* ASSIGNMENT
Read each line of the material and note whether it contains "solver". Give the number of such lines and nothing else.

* INPUT FOR THIS TASK
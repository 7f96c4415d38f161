// SPDX-License-Identifier: Apache-2.0
// How a grid comes down to what must be solved: stripping, merging, tying, numbering.
#include <algorithm>
#include <numeric>

#include "solver/grid.h"
#include "solver/grid_parts.h"

namespace sunder::solver {
namespace {

using grid_parts::kAll;
using grid_parts::kPeSlot;
using grid_parts::of;
using models::Conductor;
using models::ConductorSet;

// Disjoint sets with path halving.
class Sets {
 public:
  explicit Sets(std::size_t n) : parent_(n) { std::iota(parent_.begin(), parent_.end(), 0); }
  int find(int i) {
    while (parent_[static_cast<std::size_t>(i)] != i) {
      int& p = parent_[static_cast<std::size_t>(i)];
      p = parent_[static_cast<std::size_t>(p)];
      i = p;
    }
    return i;
  }
  void unite(int a, int b) { parent_[static_cast<std::size_t>(find(a))] = find(b); }

 private:
  std::vector<int> parent_;
};

}  // namespace

// Takes away, again and again, nodes that hang on a single run and have nothing else. A PEN joins N
// and PE at both of its ends: a node with one may hang only on a PEN.
void Grid::strip() {
  const std::size_t n = conductors_.size();
  std::vector<char> busy(n, 0), pen(n, 0);
  auto touch = [&](int terminal) {
    if (terminal != kEarth) busy[at(terminal / kSlots)] = 1;
  };
  for (const int terminal : terminals_) touch(terminal);
  for (const auto& [a, b] : joins_) {
    touch(a);
    touch(b);
  }
  std::vector<int> degree(n, 0);
  std::vector<std::size_t> first(n + 1, 0);
  for (const Run& run : runs_) {
    ++degree[at(run.from)];
    ++degree[at(run.to)];
    if (run.z.pen) pen[at(run.from)] = pen[at(run.to)] = 1;
  }
  for (std::size_t i = 0; i < n; ++i) first[i + 1] = first[i] + at(degree[i]);
  std::vector<int> incident(first[n]);
  std::vector<std::size_t> next(first.begin(), first.end() - 1);
  for (std::size_t r = 0; r < runs_.size(); ++r) {
    incident[next[at(runs_[r].from)]++] = static_cast<int>(r);
    incident[next[at(runs_[r].to)]++] = static_cast<int>(r);
  }
  feeder_.assign(n, -1);
  attach_.assign(n, -1);
  std::vector<int> queue;
  queue.reserve(n);
  auto may_go = [&](int node) {
    if (degree[at(node)] != 1 || busy[at(node)] != 0 || feeder_[at(node)] >= 0) return -1;
    for (std::size_t i = first[at(node)]; i < first[at(node) + 1]; ++i) {
      const int r = incident[i];
      const Run& run = runs_[at(r)];
      const int other = run.from == node ? run.to : run.from;
      if (feeder_[at(other)] == r) continue;  // a child, gone already
      // Lines that couple, or the loop N-PE that a PEN elsewhere closes here, make it part of the core.
      return pen[at(node)] == 0 || run.z.pen ? r : -1;
    }
    return -1;
  };
  for (std::size_t i = 0; i < n; ++i)
    if (degree[i] == 1) queue.push_back(static_cast<int>(i));
  for (std::size_t i = 0; i < queue.size(); ++i) {
    const int node = queue[i];
    const int r = may_go(node);
    if (r < 0) continue;
    feeder_[at(node)] = r;
    const int parent = runs_[at(r)].from == node ? runs_[at(r)].to : runs_[at(r)].from;
    if (--degree[at(parent)] == 1) queue.push_back(parent);
  }
  // The core, and outward what hangs on each of its nodes.
  core_.clear();
  outward_.clear();
  hung_.clear();
  parent_.clear();
  series_.clear();
  place_.assign(n, -1);
  std::vector<int> stack;
  // Neighbours close to one another, so that large networks are walked along memory.
  std::vector<char> met(n, 0);
  for (std::size_t i = 0; i < n; ++i) {
    if (feeder_[i] >= 0 || met[i] != 0) continue;
    met[i] = 1;
    stack.push_back(static_cast<int>(i));
    while (!stack.empty()) {
      const int node = stack.back();
      stack.pop_back();
      place_[at(node)] = static_cast<int>(core_.size());
      core_.push_back(node);
      for (std::size_t k = first[at(node) + 1]; k-- > first[at(node)];) {
        const Run& run = runs_[at(incident[k])];
        const int other = run.from == node ? run.to : run.from;
        if (feeder_[at(other)] >= 0 || met[at(other)] != 0) continue;
        met[at(other)] = 1;
        stack.push_back(other);
      }
    }
  }
  reached_.assign(core_.size(), {});
  for (std::size_t c = 0; c < core_.size(); ++c) reached_[c] = conductors_[at(core_[c])];
  series_of_.assign(runs_.size(), -1);
  for (const int top : core_) {
    hung_.push_back(static_cast<int>(outward_.size()));
    attach_[at(top)] = top;
    stack.push_back(top);
    while (!stack.empty()) {
      const int node = stack.back();
      stack.pop_back();
      if (node != top) {
        const int r = feeder_[at(node)];
        const Run& run = runs_[at(r)];
        const int parent = place_[at(run.from == node ? run.to : run.from)];
        ConductorSet carried;
        for (const Conductor c : kAll) {
          const bool has = run.carried.has(c == Conductor::PE && run.z.pen ? Conductor::N : c);
          if (has && reached_[at(parent)].has(c) && conductors_[at(node)].has(c)) carried.add(c);
        }
        place_[at(node)] = static_cast<int>(core_.size() + outward_.size());
        series_of_[at(r)] = static_cast<int>(outward_.size());
        outward_.push_back(node);
        parent_.push_back(parent);
        series_.push_back(run.z);
        reached_.push_back(carried);
      }
      for (std::size_t k = first[at(node) + 1]; k-- > first[at(node)];) {
        const Run& run = runs_[at(incident[k])];
        const int other = run.from == node ? run.to : run.from;
        if (feeder_[at(other)] != incident[k] || attach_[at(other)] >= 0) continue;
        attach_[at(other)] = top;
        stack.push_back(other);
      }
    }
  }
  hung_.push_back(static_cast<int>(outward_.size()));
  core_runs_.clear();
  core_run_of_.assign(runs_.size(), -1);
  for (std::size_t r = 0; r < runs_.size(); ++r) {
    if (series_of_[r] >= 0) continue;
    core_run_of_[r] = static_cast<int>(core_runs_.size());
    core_runs_.push_back(static_cast<int>(r));
  }
}

void Grid::merge() {
  Sets same(core_.size() * kSlots + 1);
  const int earth = static_cast<int>(core_.size() * kSlots);
  auto slot_of = [&](int terminal) { return terminal == kEarth ? earth : static_cast<int>(slot(terminal)); };
  for (const auto& [a, b] : joins_) same.unite(slot_of(a), slot_of(b));
  for (const Run& run : runs_) {
    if (!run.z.pen) continue;
    for (const int end : {run.from, run.to})
      if (feeder_[at(end)] < 0) same.unite(slot_of(terminal(end, Conductor::N)), slot_of(terminal(end, Conductor::PE)));
  }
  for (const int r : core_runs_) {
    const Run& run = runs_[at(r)];
    for (const Conductor c : kAll) {
      if (!run.carried.has(c) || (run.z.pen && c == Conductor::PE) || of(run.z, c) != Complex{}) continue;
      same.unite(slot_of(terminal(run.from, c)), slot_of(terminal(run.to, c)));
    }
  }
  root_.resize(core_.size() * kSlots + 1);
  for (std::size_t s = 0; s < root_.size(); ++s) root_[s] = same.find(static_cast<int>(s));
}

// Galvanic parts: what runs and the groups of an element connect. One terminal of each part without a
// way to earth is tied, a star point or neutral for preference.
void Grid::tie_floating() {
  const std::size_t slots = core_.size() * kSlots;
  const int earth = root_[slots];
  Sets parts(slots + 1);
  for (std::size_t s = 0; s <= slots; ++s) parts.unite(static_cast<int>(s), root_[s]);
  for (const int r : core_runs_) {
    const Run& run = runs_[at(r)];
    for (const Conductor c : kAll)
      if (run.carried.has(c))
        parts.unite(static_cast<int>(slot(terminal(run.from, c))), static_cast<int>(slot(terminal(run.to, c))));
  }
  for (const Element& e : elements_)
    for (int i = 0; i < e.n; ++i)
      for (int j = 0; j < i; ++j) {
        if (groups_[e.first + at(i)] != groups_[e.first + at(j)]) continue;
        const int a = terminals_[e.first + at(i)];
        const int b = terminals_[e.first + at(j)];
        parts.unite(a == kEarth ? earth : static_cast<int>(slot(a)), b == kEarth ? earth : static_cast<int>(slot(b)));
      }
  std::vector<int> number(slots + 1, -1);
  number[at(parts.find(earth))] = 0;
  part_tied_.assign(1, false);
  part_.assign(slots, 0);
  std::vector<int> chosen{-1};
  constexpr int kPreference[kSlots] = {3, 4, 5, 1, 2, 0, 0, 0};
  for (std::size_t s = 0; s < slots; ++s) {
    int& p = number[at(parts.find(static_cast<int>(s)))];
    if (p < 0) {
      p = static_cast<int>(part_tied_.size());
      part_tied_.push_back(true);
      chosen.push_back(static_cast<int>(s));
    }
    part_[s] = p;
    if (p > 0 && kPreference[s % kSlots] < kPreference[at(chosen[at(p)]) % kSlots]) chosen[at(p)] = static_cast<int>(s);
  }
  std::vector<char> at_earth(slots + 1, 0);
  at_earth[at(earth)] = 1;
  for (std::size_t p = 1; p < chosen.size(); ++p) at_earth[at(root_[at(chosen[p])])] = 1;
  for (std::size_t s = 0; s <= slots; ++s)
    if (at_earth[at(root_[s])] != 0) root_[s] = static_cast<int>(slots);
}

void Grid::number() {
  const std::size_t slots = core_.size() * kSlots;
  Sets blocks(core_.size());
  for (std::size_t s = 0; s < slots; ++s)
    if (at(root_[s]) != slots) blocks.unite(static_cast<int>(s / kSlots), root_[s] / kSlots);
  std::vector<int> block_of(core_.size(), -1);
  std::vector<int> sizes;
  block_node_.clear();
  unknown_.assign(slots, {});
  std::vector<Unknown> of_root(slots + 1);
  for (std::size_t s = 0; s < slots; ++s) {
    const std::size_t node = s / kSlots;
    const int k = static_cast<int>(s % kSlots);
    const bool there = k <= kPeSlot ? conductors_[at(core_[node])].has(kAll[k])
                                    : !extra_.empty() && k - kPeSlot <= extra_[at(core_[node])];
    if (!there || at(root_[s]) == slots) continue;
    int& block = block_of[at(blocks.find(static_cast<int>(node)))];
    if (block < 0) {
      block = static_cast<int>(sizes.size());
      sizes.push_back(0);
      block_node_.push_back(core_[node]);
    }
    Unknown& unknown = of_root[at(root_[s])];
    if (unknown.block < 0) unknown = {block, sizes[at(block)]++};
    unknown_[s] = unknown;
  }
  std::vector<std::pair<int, int>> pairs;
  auto couple = [&](const Unknown& a, const Unknown& b) {
    if (a.block >= 0 && b.block >= 0 && a.block != b.block) pairs.emplace_back(a.block, b.block);
  };
  for (const int r : core_runs_) {
    const Run& run = runs_[at(r)];
    std::pair<int, int> last{-1, -1};
    for (const Conductor c : kAll) {
      if (!run.carried.has(c)) continue;
      const Unknown& a = unknown_[slot(terminal(run.from, c))];
      const Unknown& b = unknown_[slot(terminal(run.to, c))];
      if (std::pair{a.block, b.block} == last) continue;
      last = {a.block, b.block};
      couple(a, b);
    }
  }
  for (const Element& e : elements_)
    for (int i = 0; i < e.n; ++i)
      for (int j = 0; j < i; ++j) {
        const int a = terminals_[e.first + at(i)];
        const int b = terminals_[e.first + at(j)];
        if (a != kEarth && b != kEarth) couple(unknown_[slot(a)], unknown_[slot(b)]);
      }
  system_.prepare(std::move(sizes), std::move(pairs));
  place_runs();
}

// Where the conductors of the core runs go, found once for all values to come.
void Grid::place_runs() {
  fills_.clear();
  for (const int r : core_runs_) {
    const Run& run = runs_[at(r)];
    for (const Conductor c : kAll) {
      if (!run.carried.has(c) || (run.z.pen && c == Conductor::PE)) continue;
      const Unknown& a = unknown_[slot(terminal(run.from, c))];
      const Unknown& b = unknown_[slot(terminal(run.to, c))];
      const bool same = a.block == b.block && a.row == b.row;
      if (same || of(run.z, c) == Complex{}) continue;
      Fill fill;
      fill.run = r;
      fill.conductor = c;
      if (a.block >= 0) fill.from = system_.place(a.block, a.row, a.block, a.row);
      if (b.block >= 0) fill.to = system_.place(b.block, b.row, b.block, b.row);
      if (a.block >= 0 && b.block >= 0) {
        fill.between = system_.place(a.block, a.row, b.block, b.row);
        if (a.block == b.block) fill.back = system_.place(b.block, b.row, a.block, a.row);
      }
      fills_.push_back(fill);
    }
  }
}

void Grid::prepare() {
  strip();
  merge();
  tie_floating();
  if (alike()) split();
}

}  // namespace sunder::solver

* ANSWER TO THIS TASK
4